(Directions): Filter the data for lines with the word "largest" and copy those lines.

Records from a dataset:

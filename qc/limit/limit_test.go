package limit

import (
	"math"
	"testing"

	"fluxwarden/qc/exact"
	"fluxwarden/qc/sensor"
	"fluxwarden/rules"
)

var nan = math.NaN()

// sunAt is the sun at a zenith angle in degrees, airless and apparent the same, at a distance of 1 AU with a solar constant of
// 1361 W/m2: what the hand-worked points are stated for.
func sunAt(zenithDeg float64) *Sun {
	mu := exact.Cos(zenithDeg * (math.Pi / 180))
	if zenithDeg == 90 {
		mu = 0
	}
	s := SunOf(zenithDeg, mu, zenithDeg, mu, 1361, false)
	return &s
}

func limits() *rules.Limits {
	l := rules.DefaultLimits()
	return &l
}

// TestSunMax holds the upper limits against values worked out from the formulas of Long & Dutton 2002 (V2.0, from memory) with a
// solar constant of 1361 W/m2 at 1 AU, to the printed hundredth.
func TestSunMax(t *testing.T) {
	l := limits()
	columns := []*rules.SunLimit{&l.Possible[rules.Global], &l.Rare[rules.Global], &l.Possible[rules.Diffuse], &l.Rare[rules.Diffuse],
		&l.Rare[rules.Direct], &l.Possible[rules.Reflected], &l.Rare[rules.Reflected]}
	for _, row := range [][8]float64{ // zenith, then global possible, rare, diffuse possible, rare, direct rare, reflected possible, rare
		{0, 2141.50, 1683.20, 1342.95, 1050.75, 1302.95, 1683.20, 1411.00},
		{30, 1817.85, 1424.28, 1137.97, 888.93, 1266.28, 1424.28, 1195.24},
		{60, 988.61, 760.89, 612.79, 474.31, 1135.58, 760.89, 642.41},
		{75, 503.22, 372.58, 305.37, 231.61, 996.69, 372.58, 318.82},
		{80, 349.78, 249.82, 208.19, 154.89, 920.99, 249.82, 216.52},
		{85, 209.22, 137.38, 119.17, 84.61, 803.67, 137.38, 122.81},
		{89, 115.86, 62.68, 60.04, 37.93, 585.38, 62.68, 60.57},
		{90, 100, 50, 50, 30, 10, 50, 50},
		{120, 100, 50, 50, 30, 10, 50, 50},
	} {
		s := sunAt(row[0])
		for k, limit := range columns {
			if got := SunMax(limit, s); math.Abs(got-row[k+1]) > 0.0051 {
				t.Errorf("zenith %v, column %d: %.4f, want %.2f", row[0], k, got, row[k+1])
			}
		}
		if got := SunMax(&l.Possible[rules.Direct], s); got != 1361 {
			t.Errorf("zenith %v: direct possible %v, want the extraterrestrial 1361", row[0], got)
		}
	}
	odd := rules.SunLimit{Factor: 2, Power: 0.7, Offset: 3} // a station's own power
	if got, want := SunMax(&odd, sunAt(60)), 2*1361*math.Pow(0.5, 0.7)+3; math.Abs(got-want) > 1e-9 {
		t.Errorf("power 0.7: %v, want %v", got, want)
	}
	one := rules.SunLimit{Factor: 2, Power: 1, Offset: 3}
	if got := SunMax(&one, sunAt(60)); math.Abs(got-1364) > 1e-9 {
		t.Errorf("power 1: %v, want 1364", got)
	}
}

// TestWithin: the bounds themselves pass.
func TestWithin(t *testing.T) {
	l := &rules.SunLimit{Low: -4, Factor: 1.5, Power: 1.2, Offset: 100}
	s := sunAt(60)
	most := SunMax(l, s)
	for _, c := range []struct {
		v    float64
		want rules.Outcome
	}{{-4, rules.Pass}, {math.Nextafter(-4, -5), rules.Miss}, {most, rules.Pass}, {math.Nextafter(most, 9999), rules.Miss}, {nan, rules.NoValue}} {
		if got := WithinSun(c.v, l.Low, l, s); got != c.want {
			t.Errorf("sun limit, %v: %v, want %v", c.v, got, c.want)
		}
	}
	b := rules.Band{Low: 40, High: 700}
	for v, want := range map[float64]rules.Outcome{40: rules.Pass, 39.99: rules.Miss, 700: rules.Pass, 700.01: rules.Miss} {
		if got := WithinBand(v, b); got != want {
			t.Errorf("band, %v: %v, want %v", v, got, want)
		}
	}
}

// TestLongwaveBounds holds the bounds against values worked out with the Stefan-Boltzmann constant of CODATA 2018, to the hundredth.
func TestLongwaveBounds(t *testing.T) {
	l := limits()
	for _, row := range [][5]float64{{250, 88.60, 246.50, 172.94, 324.30}, {273.15, 126.26, 340.66, 251.83, 448.08},
		{288.15, 156.37, 415.92, 315.66, 545.28}, {300, 183.72, 484.30, 374.10, 632.62}} {
		airC := row[0] - sensor.ZeroCelsiusK
		downLo, downHi := LWDownAirBounds(airC, l)
		upLo, upHi := LWUpAirBounds(airC, l)
		for k, got := range []float64{downLo, downHi, upLo, upHi} {
			if math.Abs(got-row[k+1]) > 0.0051 {
				t.Errorf("air %v K, bound %d: %.4f, want %.2f", row[0], k, got, row[k+1])
			}
		}
	}
}

func TestLongwave(t *testing.T) {
	l := limits()
	for _, c := range []struct {
		name string
		got  rules.Outcome
		want rules.Outcome
	}{
		{"down, within", LWDownAir(300, 0, l), rules.Pass},
		{"down, above", LWDownAir(341, 0, l), rules.Miss},
		{"down, below", LWDownAir(126, 0, l), rules.Miss},
		{"down, no air", LWDownAir(300, nan, l), rules.NoWeather},
		{"down, air too warm to be", LWDownAir(300, 70, l), rules.NoWeather},
		{"down, air at the bound", LWDownAir(500, 60, l), rules.Pass},
		{"down, absent", LWDownAir(nan, 0, l), rules.NoValue},
		{"up, within", LWUpAir(300, 0, l), rules.Pass},
		{"up, above", LWUpAir(449, 0, l), rules.Miss},
		{"up, below", LWUpAir(251, 0, l), rules.Miss},
		{"up, air too cold to be", LWUpAir(300, -96, l), rules.NoWeather},
		{"pair", LWPair(300, 400, l), rules.Pass},
		{"pair, down 25 above up", LWPair(425, 400, l), rules.Miss},
		{"pair, just under that", LWPair(424.9, 400, l), rules.Pass},
		{"pair, down 300 below up", LWPair(100, 400, l), rules.Miss},
		{"pair, no up", LWPair(300, nan, l), rules.NoPartner},
		{"pair, no down", LWPair(nan, 300, l), rules.NoValue},
	} {
		if c.got != c.want {
			t.Errorf("%s: %v, want %v", c.name, c.got, c.want)
		}
	}
}

// TestBetweenQuantities: the constants of Long & Dutton 2002 (from memory) at their edges. Exactly 75 degrees belongs to the low sun.
func TestBetweenQuantities(t *testing.T) {
	l := limits()
	l.ClosureFloorWm2 = 0
	floor := limits()
	hidden := sunAt(60)
	hidden.Hidden = true
	high, low := sunAt(74.99), sunAt(75)
	mu := func(s *Sun) float64 { return s.BeamMu }
	for _, c := range []struct {
		name string
		got  rules.Outcome
		want rules.Outcome
	}{
		{"closure 7.9 % high sun", Closure(1.079*300, 200/mu(high), 100, high, l), rules.Pass},
		{"closure 8.1 % high sun", Closure(1.081*300, 200/mu(high), 100, high, l), rules.Miss},
		{"closure -8.1 % high sun", Closure(0.919*300, 200/mu(high), 100, high, l), rules.Miss},
		{"closure 8.1 % at 75 degrees", Closure(1.081*300, 200/mu(low), 100, low, l), rules.Pass},
		{"closure 15.1 % at 75 degrees", Closure(1.151*300, 200/mu(low), 100, low, l), rules.Miss},
		{"closure, twilight", Closure(60, 0, 90, sunAt(92.9), l), rules.Miss},
		{"closure, 93 degrees", Closure(60, 0, 90, sunAt(93), l), rules.SunTooLow},
		{"closure, sum of 50", Closure(20, 0, 50, high, l), rules.TooSmall},
		{"closure, behind the mask", Closure(900, 500, 100, hidden, l), rules.SunHidden},
		{"closure, no direct", Closure(900, nan, 100, high, l), rules.NoPartner},
		{"closure, no diffuse", Closure(900, 500, nan, high, l), rules.NoPartner},
		{"closure, no global", Closure(nan, 500, 100, high, l), rules.NoValue},
		{"closure, 19 of 60 within the floor", Closure(79, 0, 60, high, floor), rules.Pass},
		{"closure, 21 of 60 beyond it", Closure(81, 0, 60, high, floor), rules.Miss},
		{"ratio 1.049 high sun", DiffuseRatio(200, 1.049*200, high, l), rules.Pass},
		{"ratio 1.051 high sun", DiffuseRatio(200, 1.051*200, high, l), rules.Miss},
		{"ratio 1.051 at 75 degrees", DiffuseRatio(200, 1.051*200, low, l), rules.Pass},
		{"ratio 1.101 at 75 degrees", DiffuseRatio(200, 1.101*200, low, l), rules.Miss},
		{"ratio, global of 50", DiffuseRatio(50, 90, high, l), rules.TooSmall},
		{"ratio, 93 degrees", DiffuseRatio(60, 90, sunAt(93), l), rules.SunTooLow},
		{"ratio, no global", DiffuseRatio(nan, 90, high, l), rules.NoPartner},
		{"ratio, no diffuse", DiffuseRatio(90, nan, high, l), rules.NoValue},
		{"albedo below one", Albedo(199, nan, 100/mu(high), 100, high, l), rules.Pass},
		{"albedo above one", Albedo(201, nan, 100/mu(high), 100, high, l), rules.Miss},
		{"albedo by global where direct is absent", Albedo(151, 150, nan, 400, high, l), rules.Miss},
		{"albedo, no reference", Albedo(151, nan, nan, 400, high, l), rules.NoPartner},
		{"albedo, small reference", Albedo(151, 50, nan, nan, high, l), rules.TooSmall},
		{"albedo, 93 degrees", Albedo(151, 60, nan, nan, sunAt(93), l), rules.SunTooLow},
		{"albedo, absent", Albedo(nan, 60, nan, nan, high, l), rules.NoValue},
	} {
		if c.got != c.want {
			t.Errorf("%s: %v, want %v", c.name, c.got, c.want)
		}
	}
}

func TestSignalAndSamples(t *testing.T) {
	l := limits()
	for _, c := range []struct {
		name string
		got  rules.Outcome
		want rules.Outcome
	}{
		{"45 of 60 samples", Samples(45, 60, l), rules.Pass}, // a share of 0.75
		{"44 of 60 samples", Samples(44, 60, l), rules.Miss},
		{"1 of 1", Samples(1, 1, l), rules.Pass},
		{"none", Samples(0, 60, l), rules.NoValue},
		{"more than expected", Samples(600, 60, l), rules.Pass},
		{"in range", Signal(3, -5, 25), rules.Pass},
		{"at the upper rail", Signal(25, -5, 25), rules.Miss},
		{"at the lower rail", Signal(-5, -5, 25), rules.Miss},
		{"no range stated", Signal(25, nan, nan), rules.Pass},
		{"no signal", Signal(nan, -5, 25), rules.NoValue},
		{"body like the air", BodyTemperature(15, 14, l), rules.Pass},
		{"body 20 K above", BodyTemperature(34, 14, l), rules.Pass},
		{"body 20.1 K above", BodyTemperature(34.1, 14, l), rules.Miss},
		{"body too hot to be", BodyTemperature(80.1, nan, l), rules.Miss},
		{"body too cold to be", BodyTemperature(-95.1, nan, l), rules.Miss},
		{"body without the air", BodyTemperature(40, nan, l), rules.Pass},
		{"no body", BodyTemperature(nan, 14, l), rules.NoValue},
		{"clock", Clock(true), rules.Miss}, {"clock right", Clock(false), rules.Pass},
		{"conflict", Conflict(true), rules.Miss}, {"no conflict", Conflict(false), rules.Pass},
		{"night -2", NightZero(-2, 2, sunAt(100), l), rules.Pass},
		{"night -2.1", NightZero(-2.1, 2, sunAt(100), l), rules.Miss},
		{"night 2.1", NightZero(2.1, 2, sunAt(96), l), rules.Miss},
		{"twilight", NightZero(9, 2, sunAt(95.9), l), rules.SunUp},
		{"night, absent", NightZero(nan, 2, sunAt(100), l), rules.NoValue},
	} {
		if c.got != c.want {
			t.Errorf("%s: %v, want %v", c.name, c.got, c.want)
		}
	}
	for v, want := range map[float64]bool{-6000: true, -7999: true, -5999: false, 0: false, math.Inf(1): true, math.Inf(-1): true, 9.96921e36: true, 101325: false} {
		if IsMark(v) != want {
			t.Errorf("mark %v: %v, want %v", v, !want, want)
		}
	}
	if got := NightZeroAllowance("A", rules.Global, l); got != 15 { // 10 W/m2 of class A (ISO 9060:2018, from memory) and 5
		t.Errorf("allowance of class A: %v, want 15", got)
	}
}

func TestStuck(t *testing.T) {
	l := limits()
	day, night := sunAt(60), sunAt(91)
	for _, c := range []struct {
		name  string
		count int
		value float64
		q     rules.Quantity
		sun   *Sun
		want  rules.Outcome
	}{
		{"29 minutes by day", 29, 300, rules.Global, day, rules.Pass},
		{"30 minutes by day", 30, 300, rules.Global, day, rules.Miss},
		{"719 minutes by night", 719, 300, rules.Global, night, rules.Pass},
		{"720 minutes by night", 720, 300, rules.Global, night, rules.Miss},
		{"about nothing by day", 2000, 0, rules.Direct, day, rules.TooSmall},
		{"about nothing in a polar night", 90_000, 0, rules.Global, night, rules.TooSmall},
		{"longwave has no night", 30, 300, rules.LWDown, night, rules.Miss},
		{"absent", 0, nan, rules.Global, day, rules.NoValue},
	} {
		if got := Stuck(&Run{c.value, c.count}, c.q, c.sun, l); got != c.want {
			t.Errorf("%s: %v, want %v", c.name, got, c.want)
		}
	}
	r := Run{Value: nan}
	for k, step := range []struct {
		v     float64
		count int
	}{{5, 1}, {5, 2}, {5, 3}, {6, 1}, {nan, 0}, {6, 1}, {6, 2}} {
		if r.Next(step.v); r.Count != step.count {
			t.Errorf("step %d: run of %d, want %d", k, r.Count, step.count)
		}
	}
}

func TestSpike(t *testing.T) {
	for _, c := range []struct {
		name             string
		before, v, after float64
		p0, p, p1        float64
		needPartner      bool
		want             rules.Outcome
	}{
		{"alone upwards", 100, 600, 110, 100, 105, 110, true, rules.Miss},
		{"alone downwards", 600, 100, 590, 600, 595, 590, true, rules.Miss},
		{"the partner follows", 100, 600, 110, 100, 500, 110, true, rules.Pass},
		{"the partner follows down", 600, 100, 590, 600, 200, 590, true, rules.Pass},
		{"the partner goes the other way", 100, 600, 110, 600, 100, 600, true, rules.Miss},
		{"a step is no spike", 100, 600, 600, 100, 100, 100, true, rules.Pass},
		{"as much as allowed", 100, 500, 100, 100, 100, 100, true, rules.Pass},
		{"no partner, needed", 100, 600, 110, nan, nan, nan, true, rules.NoPartner},
		{"no partner, not needed", 100, 600, 110, nan, nan, nan, false, rules.Miss},
		{"no minute before", nan, 600, 110, 1, 1, 1, true, rules.NoHistory},
		{"no minute after", 100, 600, nan, 1, 1, 1, true, rules.NoHistory},
		{"absent", 100, nan, 110, 1, 1, 1, true, rules.NoValue},
	} {
		if got := Spike(c.before, c.v, c.after, c.p0, c.p, c.p1, 400, c.needPartner); got != c.want {
			t.Errorf("%s: %v, want %v", c.name, got, c.want)
		}
	}
}

// TestFifthRoot: against the power function of qc/exact, whose error is below one unit in the last place.
func TestFifthRoot(t *testing.T) {
	worst := 0.0
	for i := range 400_000 {
		x := float64(i+1) / 400_000
		if i%3 == 0 {
			x = math.Ldexp(x, -i/20_000) // 0.2 is a little more than a fifth: below that the two part
		}
		want := exact.Pow(x, 0.2)
		worst = math.Max(worst, math.Abs(fifthRoot(x)-want)/want)
	}
	t.Logf("largest relative difference %.2g", worst)
	if worst > 9e-16 {
		t.Errorf("largest relative difference %.2g, allowed 9e-16", worst)
	}
	for _, x := range []float64{1, 1.0 / 32, 1.0 / 1024, 32} {
		if got := math.Pow(fifthRoot(x), 5); math.Abs(got/x-1) > 1e-15 {
			t.Errorf("the fifth power of the fifth root of %v is %v", x, got)
		}
	}
}

// Two class A pyranometers of 20 W/m2 each at 800: together 28.3, with the floor of 5 28.7 (recomputed from the formula).
func TestPartner(t *testing.T) {
	l := rules.DefaultLimits()
	nan := math.NaN()
	for _, c := range []struct {
		q    rules.Quantity
		a, b Reading2
		want rules.Outcome
	}{
		{rules.Global, Reading2{800, 20, 800}, Reading2{828, 20, 828}, rules.Pass},
		{rules.Global, Reading2{800, 20, 800}, Reading2{829, 20, 829}, rules.Miss},
		{rules.Global, Reading2{800, 20, 400}, Reading2{920, 20, 500}, rules.Pass}, // on a cloud's edge
		{rules.Global, Reading2{800, 20, nan}, Reading2{920, 20, nan}, rules.Miss},
		{rules.Global, Reading2{nan, nan, 1}, Reading2{920, 20, 1}, rules.NoValue},
		{rules.Global, Reading2{800, 20, 1}, Reading2{nan, nan, 1}, rules.NoPartner},
		{rules.Global, Reading2{800, 20, 1}, Reading2{800, nan, 1}, rules.NoPartner},
		{rules.UV, Reading2{30, 0, 30}, Reading2{30.2, 0, 30.2}, rules.Pass},
		{rules.UV, Reading2{30, 0, 30}, Reading2{30.3, 0, 30.3}, rules.Miss},
		{rules.PAR, Reading2{500, 0, 500}, Reading2{509, 0, 509}, rules.Pass},
	} {
		if got := Partner(c.q, &c.a, &c.b, &l); got != c.want {
			t.Errorf("%s %v %v: %v, want %v", c.q, c.a, c.b, got, c.want)
		}
	}
}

(Answer to this task):
	t.Logf("largest relative difference %.2g", worst)
		t.Errorf("largest relative difference %.2g, allowed 9e-16", worst)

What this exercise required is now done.